(MATERIAL TO PROCESS):
def minimize_stacked(value: Callable, grad_hess: Callable, x0: np.ndarray,
                     lower: np.ndarray, upper: np.ndarray, *, start: tuple | None = None,
                     active: np.ndarray | None = None, steps: int = 60,
                     nll_tol: float = 1e-8, step_tol: float | None = None,
                     slack: float = 1e-9, step_columns: slice = slice(None),
                     tries: int = 12) -> StackedMinimum:
    """Minimise ``B`` independent bounded problems at once (Levenberg-Marquardt).

    Parameters
    ----------
    value : callable
        ``value(x, rows) -> (nll (R,), state)`` at trial parameters ``x (R, P)`` of problems
        ``rows``; ``state`` is a tuple of arrays ``(R, ...)`` kept for the accepted points
        (e.g. background fractions, so that ``grad_hess`` need not recompute them).  An
        inadmissible point has an infinite NLL.
    grad_hess : callable
        ``grad_hess(x, state, rows) -> (grad (R, S), hess (R, S, S))`` at accepted points.
    x0 : array (B, P)
        Starting points; ``lower``, ``upper`` bounds ``(P,)`` (infinite where free).
    start : (nll, state), optional
        ``value(x0, all rows)`` when the caller has it already.
    active : bool array (B,), optional
        Problems to minimise (default all); the others keep ``x0``.
    steps : int
        Iteration cap (an iteration: one gradient and Hessian, up to ``tries`` damped steps).
    nll_tol, step_tol : float
        A problem converges on an accepted step at damping <= 1e-2 that lowers the NLL by
        less than ``nll_tol`` or (with ``step_tol``) whose every component is below
        ``step_tol`` times the Hessian's diagonal error ``|1/H_jj|^1/2``.
    slack : float
        A trial is accepted when its NLL is at most ``slack`` above the current one.
    step_columns : slice
        The components of the ``S``-vector step that move ``x`` (default all, ``S = P``);
        others belong to parameters the problem profiles inside ``value``.

    The damping starts at 1e-3, falls tenfold on every accepted step (to 1e-9) and rises
    tenfold on every rejected one.  A parameter sitting on a bound with its gradient
    pointing outward is held there for the step (the others take the Newton step of the
    problem with it fixed), so a pinned parameter does not drag the free ones along a step
    that clipping then cuts short.
    """
    x = np.array(x0, dtype=float)
    nb = x.shape[0]
    rows_all = np.arange(nb)
    nll, state = value(x, rows_all) if start is None else start
    nll = np.array(nll, dtype=float)
    state = tuple(np.array(a) for a in state)
    active = np.ones(nb, bool) if active is None else np.array(active, bool)
    lam = np.full(nb, 1e-3)
    converged = np.zeros(nb, bool)
    stalled = np.zeros(nb, bool)
    hess_last: np.ndarray | None = None
    it = 0
    for it in range(1, steps + 1):
        idx = np.flatnonzero(active)
        if idx.size == 0:
            it -= 1
            break
        xi = x[idx]
        grad, hess = grad_hess(xi, tuple(a[idx] for a in state), idx)
        if hess_last is None:
            hess_last = np.zeros((nb,) + hess.shape[1:])
        hess_last[idx] = hess
        if step_tol is not None:
            with np.errstate(all="ignore"):
                err = np.sqrt(np.abs(1.0 / np.diagonal(hess, axis1=1, axis2=2)))
        grad, hess = _pin_at_bounds(xi, grad, hess, lower, upper, step_columns)
        todo = np.ones(idx.size, bool)
        for _try in range(tries):
            r = np.flatnonzero(todo)
            rows = idx[r]
            step = damped_step(hess[r], grad[r], lam[rows])
            trial = np.clip(xi[r] + step[:, step_columns], lower, upper)
            tn, tstate = value(trial, rows)
            ok = tn <= nll[rows] + slack
            acc = rows[ok]
            done = nll[rows] - tn < nll_tol
            if step_tol is not None:
                done = done | np.all(np.abs(step) < step_tol * err[r], axis=1)
            conv = ok & done & (lam[rows] <= 1e-2)
            x[acc], nll[acc] = trial[ok], tn[ok]
            for a, t in zip(state, tstate):
                a[acc] = t[ok]
            converged[rows[conv]] = True
            active[rows[conv]] = False
            lam[rows] = np.where(ok, np.maximum(lam[rows] * 0.1, 1e-9), lam[rows] * 10.0)
            todo[r[ok]] = False
            if not todo.any():
                break
        stuck = idx[todo]
        converged[stuck] = True  # no descent at any damping: at the minimum to rounding
        stalled[stuck] = True
        active[stuck] = False
    if hess_last is None:
        hess_last = np.zeros((nb, 0, 0))
    return StackedMinimum(x, nll, state, hess_last, converged, stalled, it)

(TASK INSTRUCTIONS):
Using the entries above, return each line in which the word "stuck" occurs.

(TASK RESPONSE):
        stuck = idx[todo]
        converged[stuck] = True  # no descent at any damping: at the minimum to rounding
        stalled[stuck] = True
        active[stuck] = False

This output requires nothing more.